¿En qué consiste la "vibrante" democracia israelí?

Se suele decir que la democracia israelí es una democracia vibrante y no cabe la menor duda de que lo es. Al menos, en lo que se refiere a lo que se dijo en el hemiciclo (en contenido y forma) durante la votación para la configuración del nuevo gabinete de Gobierno.

Desde una perspectiva menos apasionada, no parecen diferir mucho esos calificativos altisonantes de los de otras sesiones parlamentarias de nuestro entorno, incluida la nuestra (y sólo hay que echar un vistazo al diario de sesiones del Congreso de los Diputados para comprobarlo). Corren tiempos encendidos de crispación social y política. Crispación que salta de la calle a las instituciones y que hace luego el camino de vuelta.

Lo que sí parece tener un marcado sello autóctono es esa parte del debate, interrumpido hasta la extenuación, acerca de la sempiterna cuestión de cómo ser judío. Sólo en Israel cabría una cuestión así en sede parlamentaria.

Se trata de una cuestión planteada, precisamente, por los interlocutores más duchos en la materia. Al menos en principio. A saber, los líderes de los dos partidos religiosos con representación en la Kneset.

Algo que resulta, por otro lado, incongruente. Porque ambos se han venido acusando de forma altisonante a lo largo de los años y porque su falta de armonía ha conducido a la constitución de dos formaciones políticas diferentes.

Desde este punto de vista, es evidente que la cuestión judía, en el sentido de lo que se debe hacer para alcanzar esa identidad, sólo cuenta con el apoyo de dieciséis escaños en sentido estricto. También lo es que el inexorable proceso de secularización mundial muestra en Israel un ritmo diferente al del resto de democracias occidentales.

Todo esto es posible porque esa naturaleza vibrante de la democracia israelí se debe a su incuestionable ultrarrepresentación parlamentaria, producto de un sistema electoral proporcional con circunscripción única y un umbral electoral de sólo el 3.25%.

A propósito de esto último, cabe recordar los titulares que algunos medios de comunicación de nuestro país dedicaron al incremento de este porcentaje con el supuesto propósito (decían esos medios) de cerrar el paso a la representación de los partidos árabes israelíes.

Pero qué cosas trae el destino. Precisamente será un partido árabe el que abra las puertas a la posibilidad de un nuevo Ejecutivo aclamado por una ajustada mayoría de la sociedad: sólo el 33% de los ciudadanos aprueba la composición del nuevo Gobierno, frente al 23% que prefiere unas nuevas elecciones y un 31% que se manifiesta en contra de estas dos opciones, según el Israeli Democracy Institute.
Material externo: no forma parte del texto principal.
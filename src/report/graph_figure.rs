//! The causal graph as a figure: a layered SVG drawing with the exposure on
//! the left and the outcome on the right, or a DOT text for graph-layout
//! programs.
//!
//! Layout: the exposure, the outcome and the nodes on directed paths between
//! them form a middle band, placed in columns by their longest distance from
//! the exposure. Every other node sits in a row above the band when it is an
//! ancestor of the exposure or the outcome (a possible confounder), below it
//! otherwise, near the mean position of its neighbours already placed. A row
//! wider than the page ([`MAX_WIDTH`]) is wrapped into several rows. Without
//! an exposure and an outcome, or when the band itself would be too wide,
//! the nodes are placed top to bottom in rows by their longest distance from
//! a root, wrapped the same way.
//!
//! Routing: an edge is drawn straight, or as a curve bent to one side, when
//! that misses every box it does not join; otherwise it runs through the
//! gaps between rows and a free vertical lane. Latent common causes written
//! as `a <-> b` are drawn as dashed two-headed lines.

use super::svg::{Svg, esc, ink, text_width};
use crate::graph::{Graph, Node};
use crate::identify::{check_frontdoor, is_backdoor_set};
use std::collections::BTreeMap;
use std::fmt::Write;

/// Which nodes to mark in the figure.
#[derive(Debug, Clone, Default)]
pub struct Marks {
    /// The exposure.
    pub exposure: Option<Node>,
    /// The outcome.
    pub outcome: Option<Node>,
    /// The adjustment set, or the front-door set (whose members are then
    /// drawn as mediators).
    pub adjust: Vec<Node>,
}

/// What a node is in the figure.
#[derive(Debug, Clone, Copy, PartialEq, Eq, PartialOrd, Ord)]
enum Role {
    Exposure,
    Outcome,
    Adjusted,
    Mediator,
    Latent,
    Plain,
}

impl Role {
    fn label(self) -> &'static str {
        match self {
            Role::Exposure => "exposure",
            Role::Outcome => "outcome",
            Role::Adjusted => "adjusted for",
            Role::Mediator => "mediator (front-door set)",
            Role::Latent => "unobserved",
            Role::Plain => "observed",
        }
    }
}

/// True when `m.adjust` is a front-door set rather than an adjustment set:
/// it fails the backdoor criterion and meets the front-door criterion.
fn is_frontdoor(g: &Graph, m: &Marks) -> bool {
    match (m.exposure, m.outcome) {
        (Some(x), Some(y)) if !m.adjust.is_empty() => {
            !is_backdoor_set(g, x, y, &m.adjust) && check_frontdoor(g, x, y, &m.adjust).holds()
        }
        _ => false,
    }
}

fn roles(g: &Graph, m: &Marks) -> Vec<Role> {
    let frontdoor = is_frontdoor(g, m);
    (0..g.len())
        .map(|v| {
            if m.exposure == Some(v) {
                Role::Exposure
            } else if m.outcome == Some(v) {
                Role::Outcome
            } else if m.adjust.contains(&v) {
                if frontdoor { Role::Mediator } else { Role::Adjusted }
            } else if g.is_latent(v) {
                Role::Latent
            } else {
                Role::Plain
            }
        })
        .collect()
}

/// Nodes drawn as boxes (latent nodes made by `a <-> b` are drawn as arcs).
fn drawn(g: &Graph) -> Vec<Node> {
    (0..g.len()).filter(|&v| g.bidirected_pair(v).is_none()).collect()
}

/// Longest directed distance from `from` (or from the roots when None),
/// over drawn nodes, in topological order.
fn depths(g: &Graph, from: Option<Node>) -> Vec<Option<usize>> {
    let order = g.topological_order().unwrap_or_else(|_| (0..g.len()).collect());
    let mut d: Vec<Option<usize>> = vec![None; g.len()];
    for &v in &order {
        if g.bidirected_pair(v).is_some() {
            continue;
        }
        let best = g.parents(v).iter().filter_map(|&p| d[p].map(|x| x + 1)).max();
        d[v] = match from {
            Some(x) if v == x => Some(0),
            Some(_) => best,
            None => Some(best.unwrap_or(0)),
        };
    }
    d
}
Puestos a hacer titulares, convendría ahora uno acerca del nuevo, e histórico, socio gubernamental. El partido Ra’am. Un partido árabe israelí y musulmán, muy conservador e igualmente religioso, y cuyo líder, Mansour Abbas, no pestañeó al pronunciarse sobre la manifestación LGTBI celebrada hace unas semanas en Jerusalén y que reunió a miles de ciudadanos de todas las condiciones. Abbas la calificó de portadora de valores contrarios a la porción de sociedad que él representa.

Si resultan ser verdaderas las palabras que Yair Lapid (el atractivo líder del partido de centro Hay Futuro y que, con suerte, será el próximo ministro de Exteriores) no pudo pronunciar en el vibrante Parlamento por la elevada temperatura política, pero que un parlamentario de su formación ha hecho públicas luego, la manida cuestión judía (y otras grandes cuestiones más) se resume en lo siguiente:

“Después de todos los insultos y advertencias, la verdadera división en la sociedad israelí no es entre izquierdas y derechas. La verdadera división es entre moderados y extremistas”.

Alfredo Hidalgo Lavié es profesor de la facultad de Derecho de la UNED.